Sedangkan kekurangan dari PDE-Neo II antara lain sangat dipengaruhi oleh cahaya lampu kamar operasi sehingga lampu perlu dimatikan, tidak memberikan informasi kuantitatif real-time, interpretasi pencitraan NIRAF adalah subjektif dan bergantung pengalaman ahli bedah, diperlukan sayatan leher yang lebih lebar untuk mendapatkan akuisisi pencitraan NIRAF karena tidak ada kontak langsung dengan jaringan di lapangan operasi, dan sinyal NIRAF lebih lemah pada kelenjar paratiroid yang berada di dalam.[1,18-20]

Kelebihan PTeyeTM  adalah dapat berfungsi dengan cahaya lampu kamar operasi yang tetap menyala dan memberikan informasi kuantitatif real-time. Sedangkan kekurangannya adalah tidak memberikan informasi spasial dari kelenjar paratiroid, diperlukan sterilisasi probe karena terjadi kontak langsung dengan jaringan, dan tidak dapat melokalisir kelenjar paratiroid yang hilang atau tersembunyi.[1,18,21]

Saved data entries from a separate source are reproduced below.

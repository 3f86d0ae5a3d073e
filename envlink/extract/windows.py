"""Per-row time windows (``window=`` / ``--window``): one object per window, one registry.

:data:`WINDOWS` maps each name to a :class:`Window`, which turns every row's period
into its window; the Python API, the command line, the project file and the docs
read it. Windows are whole days, inclusive of both reported dates, and are returned as
half-open day-number intervals ``[start, end)`` in the grid's calendar (see
:mod:`envlink.extract.calendars`), computed for all rows at once.

- ``period``: ``[period_start, period_end]``.
- ``lag:N{D|M|Y}``: the period shifted N days / months / years earlier.
- ``before-start:N``: the N units ending the day before ``period_start``.
- ``after-end:N``: the N units starting the day after ``period_end``.
- ``around-mid:N``: N units centred on the period's middle day.

Month shifts keep the day of the month, clipped to the target month's length; a date
on the last day of its month stays on the last day (so a whole-month period lagged by
1M is the whole previous month). A period date the calendar lacks (e.g. 31 January in
``360_day``, 29 February in ``noleap``) moves inside the period: a start to the next
day the calendar has, an end to the day before (flagged ``date_clipped_to_calendar``).
A window left without a day that way (a one-day period on 31 January in ``360_day``)
is empty: such rows are marked ``not_in_calendar``.

:data:`TIME_WEIGHTS` names how the steps of a window count (``duration`` or ``equal``).
"""

from __future__ import annotations

from abc import ABC, abstractmethod
from dataclasses import dataclass, field
from typing import TYPE_CHECKING

import numpy as np

from envlink.core.registry import Arg, Choice, Entry, Registry
from envlink.extract.calendars import daynum_to_ymd, month_lengths, ymd_to_daynum

if TYPE_CHECKING:
    import pandas as pd

__all__ = ["Window", "WINDOWS", "TIME_WEIGHTS", "PeriodDates", "RowWindows", "parse_iso_dates", "period_dates",
           "window_bounds", "without_empty", "row_windows", "baseline_window"]


@dataclass
class RowWindows:
    """Windows of every row: ``[start, end)`` day numbers, validity and clipping masks.

    ``not_in_calendar`` marks rows whose window holds no day of the calendar, because
    their period holds only days it lacks (their ``ok`` is False).
    """

    start: np.ndarray
    end: np.ndarray
    ok: np.ndarray
    clipped: np.ndarray
    not_in_calendar: np.ndarray | None = None


def parse_iso_dates(values: pd.Series) -> tuple[np.ndarray, np.ndarray, np.ndarray, np.ndarray]:
    """Split ISO ``YYYY-MM-DD`` text (or dates) into year, month, day and an ok mask.

    Examples
    --------
    >>> import pandas as pd
    >>> y, m, d, ok = parse_iso_dates(pd.Series(["2004-02-15", "", None]))
    >>> y[0], m[0], d[0], ok.tolist()
    (np.int64(2004), np.int64(2), np.int64(15), [True, False, False])
    """
    import pandas as pd

    text = pd.Series(values).astype("string").str.strip().str.slice(0, 10)
    good = text.str.fullmatch(r"-?\d{4}-\d{2}-\d{2}").fillna(False).to_numpy(dtype=bool)
    dt = pd.to_datetime(text.where(good), format="%Y-%m-%d", errors="coerce")
    ok = good & dt.notna().to_numpy()
    y = np.where(ok, dt.dt.year.fillna(2000).to_numpy(dtype=np.int64), 2000)
    m = np.where(ok, dt.dt.month.fillna(1).to_numpy(dtype=np.int64), 1)
    d = np.where(ok, dt.dt.day.fillna(1).to_numpy(dtype=np.int64), 1)
    return y, m, d, ok


def _add_months(
    y: np.ndarray, m: np.ndarray, d: np.ndarray, k: np.ndarray | int, calendar: str
) -> tuple[np.ndarray, np.ndarray, np.ndarray]:
    last = d >= month_lengths(y, m, calendar)
    total = y * 12 + (m - 1) + k
    y2, m2 = total // 12, total % 12 + 1
    ml = month_lengths(y2, m2, calendar)
    return y2, m2, np.where(last, ml, np.minimum(d, ml))


def _shift(day: np.ndarray, n: int, unit: str, calendar: str) -> np.ndarray:
    """Shift whole day numbers by n days / months / years (n may be negative)."""
    if unit == "D":
        return day + n
    y, m, d = daynum_to_ymd(day, calendar)
    y2, m2, d2 = _add_months(y, m, d, n * (12 if unit == "Y" else 1), calendar)
    return ymd_to_daynum(y2, m2, d2, calendar)[0]


@dataclass(frozen=True)
class PeriodDates:
    """Each row's inclusive period: day numbers ``s``, ``e`` and their (year, month, day)."""

    s: np.ndarray
    e: np.ndarray
    ys: np.ndarray
    ms: np.ndarray
    ds: np.ndarray
    ye: np.ndarray
    me: np.ndarray
    de: np.ndarray


@dataclass(frozen=True)
class Window(ABC):
    """A window rule: how each row's window follows from its period.

    Subclasses implement :meth:`bounds`; ``arg`` is the argument after the colon
    (a duration ``N{D|M|Y}``), None for ``period``.
    """

    name: str
    summary: str
    arg: Arg | None = field(default_factory=Arg.duration)

    def entry(self) -> Entry[Window]:
        """The registry entry of this window."""
        return Entry(self.name, self.summary, obj=self, arg=self.arg)

    @abstractmethod
    def bounds(self, p: PeriodDates, value: tuple[int, str] | None, calendar: str) -> tuple[np.ndarray, np.ndarray]:
        """Half-open day numbers ``[start, end)`` of every row's window."""


class _Period(Window):
    def bounds(self, p: PeriodDates, value: tuple[int, str] | None, calendar: str) -> tuple[np.ndarray, np.ndarray]:
        return p.s, p.e + 1


class _Lag(Window):
    def bounds(self, p: PeriodDates, value: tuple[int, str] | None, calendar: str) -> tuple[np.ndarray, np.ndarray]:
        n, unit = _duration(value)
        if unit == "D":
            return p.s - n, p.e - n + 1
        k = -n * (12 if unit == "Y" else 1)
        ys2, ms2, ds2 = _add_months(p.ys, p.ms, p.ds, k, calendar)
        ws = ymd_to_daynum(ys2, ms2, ds2, calendar)[0]
        ye2, me2, de2 = _add_months(p.ye, p.me, np.minimum(p.de, month_lengths(p.ye, p.me, calendar)), k, calendar)
        return ws, ymd_to_daynum(ye2, me2, de2, calendar)[0] + 1


class _BeforeStart(Window):
    def bounds(self, p: PeriodDates, value: tuple[int, str] | None, calendar: str) -> tuple[np.ndarray, np.ndarray]:
        n, unit = _duration(value)
        return _shift(p.s, -n, unit, calendar), p.s


class _AfterEnd(Window):
    def bounds(self, p: PeriodDates, value: tuple[int, str] | None, calendar: str) -> tuple[np.ndarray, np.ndarray]:
        n, unit = _duration(value)
        return p.e + 1, _shift(p.e + 1, n, unit, calendar)


class _AroundMid(Window):
    def bounds(self, p: PeriodDates, value: tuple[int, str] | None, calendar: str) -> tuple[np.ndarray, np.ndarray]:
        n, unit = _duration(value)
        mid = np.floor((p.s + p.e) / 2.0)
        if unit == "D":
            ws = mid - n // 2
            return ws, ws + n
        months = n * (12 if unit == "Y" else 1)
        ws = _shift(mid, -(months // 2), "M", calendar) - (15 if months % 2 else 0)
        return ws, _shift(ws, months, "M", calendar)


def _duration(value: tuple[int, str] | None) -> tuple[int, str]:
    if value is None:
        raise ValueError("this window needs a duration N{D|M|Y}")
    return value


#: The windows, in the order the docs list them.
WINDOWS: Registry[Window] = Registry("window", param="window", caller="attach")
for _w in (
    _Period("period", "the period itself, `period_start` to `period_end`", arg=None),
    _Lag("lag", "the period shifted N days, months or years earlier"),
    _BeforeStart("before-start", "the N days, months or years ending the day before `period_start`"),
    _AfterEnd("after-end", "the N days, months or years starting the day after `period_end`"),
    _AroundMid("around-mid", "N days, months or years centred on the period's middle day"),
):
    WINDOWS.add(_w.entry())


#: How the time steps of a window count (``time_weights=`` / ``--time-weights``).
TIME_WEIGHTS: Registry[None] = Registry("time weighting", param="time_weights", caller="attach")
TIME_WEIGHTS.add(Entry("duration", "a step counts by the days of its cell inside the window (the default)"))
TIME_WEIGHTS.add(Entry("equal", "every step whose cell overlaps the window counts once"))


def period_dates(period_start: pd.Series, period_end: pd.Series,
                 calendar: str) -> tuple[PeriodDates, np.ndarray, np.ndarray]:
    """Each row's inclusive period in ``calendar``, whether both dates read (and the end is not
    before the start), and whether a date was clipped to the calendar.

    Examples
    --------
    >>> import pandas as pd
    >>> p, ok, clipped = period_dates(pd.Series(["2004-03-01", ""]), pd.Series(["2004-03-31", ""]), "standard")
    >>> ok.tolist(), clipped.tolist()
    ([True, False], [False, False])
    """
    ys, ms, ds, oks = parse_iso_dates(period_start)
    ye, me, de, oke = parse_iso_dates(period_end)
    ok = oks & oke & (ys * 10_000 + ms * 100 + ds <= ye * 10_000 + me * 100 + de)
    # a start the calendar lacks moves forward to the next day it has, an end moves back
    s, cs = ymd_to_daynum(ys, ms, ds, calendar, missing="forward")
    e, ce = ymd_to_daynum(ye, me, de, calendar, missing="back")
    ys, ms, ds = np.where(cs, ys + (ms == 12), ys), np.where(cs, ms % 12 + 1, ms), np.where(cs, 1, ds)
    de = np.where(ce, month_lengths(ye, me, calendar), de)
    return PeriodDates(s, e, ys, ms, ds, ye, me, de), ok, (cs | ce) & ok


def window_bounds(rule: Window, dates: PeriodDates, value: tuple[int, str] | None,
                  calendar: str) -> tuple[np.ndarray, np.ndarray]:
    """Half-open day numbers ``[start, end)`` (float64) of every row's window under ``rule``."""
    ws, we = rule.bounds(dates, value, calendar)
    return np.asarray(ws, dtype=np.float64), np.asarray(we, dtype=np.float64)


def without_empty(ok: np.ndarray, clipped: np.ndarray, ws: np.ndarray,
                  we: np.ndarray) -> tuple[np.ndarray, np.ndarray, np.ndarray]:
    """``ok`` and ``clipped`` less the rows whose window holds no day, and those rows.

    A period of only days the calendar lacks (31 January in ``360_day``) has no window
    at all once its start moved forward and its end back.

    Examples
    --------
    >>> ok, clipped, empty = without_empty(np.array([True, True]), np.array([True, False]),
    ...                                    np.array([30.0, 0.0]), np.array([30.0, 5.0]))
    >>> ok.tolist(), clipped.tolist(), empty.tolist()
    ([False, True], [False, False], [True, False])
    """
    empty = ok & (we <= ws)
    ok = ok & ~empty
    return ok, clipped & ok, empty


def row_windows(
    period_start: pd.Series, period_end: pd.Series, window: str | Choice[Window], calendar: str
) -> RowWindows:
    """Windows of every row from its inclusive ISO period dates.

    Rows with a missing or unreadable date get ``ok == False``.

    Examples
    --------
    >>> import pandas as pd
    >>> w = row_windows(pd.Series(["2004-03-01"]), pd.Series(["2004-03-31"]), "lag:1M", "standard")
    >>> [str(np.datetime64(int(x), "D")) for x in (w.start[0], w.end[0])]
    ['2004-02-01', '2004-03-01']
    """
    choice = WINDOWS.parse(window)
    dates, ok, clipped = period_dates(period_start, period_end, calendar)
    rule: Window = choice.entry.obj  # type: ignore[assignment]
    ws, we = window_bounds(rule, dates, choice.value, calendar)
    ok, clipped, empty = without_empty(ok, clipped, ws, we)
    return RowWindows(ws, we, ok, clipped, empty)


def baseline_window(years: tuple[int, int], calendar: str) -> tuple[float, float]:
    """``[1 January of the first year, 1 January after the last year)`` as day numbers.

    Examples
    --------
    >>> baseline_window((1970, 1970), "360_day")
    (0.0, 360.0)
    """
    d, _ = ymd_to_daynum(np.array([years[0], years[1] + 1]), np.array([1, 1]), np.array([1, 1]), calendar)
    return float(d[0]), float(d[1])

Dengan adanya kelebihan dan kekurangan dari tiap pendekatan NIRAF tersebut, maka dapat disimpulkan bahwa penggunaan NIRAF untuk identifikasi kelenjar paratiroid  merupakan modalitas tambahan, di mana pengalaman dan keterampilan ahli bedah tetap merupakan modal utama untuk preservasi dan mencegah cedera kelenjar paratiroid intraoperatif.[22-24]

Penggunaan modalitas NIRAF terutama bermanfaat untuk ahli bedah dengan pengalaman jumlah operasi kepala dan leher yang masih sedikit, pasien dengan penyakit paratiroid multi-kelenjar atau kelenjar paratiroid aberrant dan ektopik, re-operasi dengan distorsi anatomi, dan operasi keganasan tiroid.[22-24]

Kesimpulan

Near Infrared Autofluorescence (NIRAF) dapat digunakan untuk membantu identifikasi kelenjar paratiroid selama intraoperatif. Penggunaan NIRAF dengan pendekatan sistem pencitraan dan fiber probe memiliki efektifitas yang cukup baik dalam identifikasi kelenjar paratiroid selama operasi.

Meskipun NIRAF dengan sistem pencitraan memberikan informasi spasial yang bermanfaat untuk melokalisir kelenjar paratiroid, deteksi NIRAF dengan fiber probe  memberikan informasi kuantitatif real-time untuk mengidentifikasi kelenjar paratiroid pada ruangan dengan cahaya lampu biasa.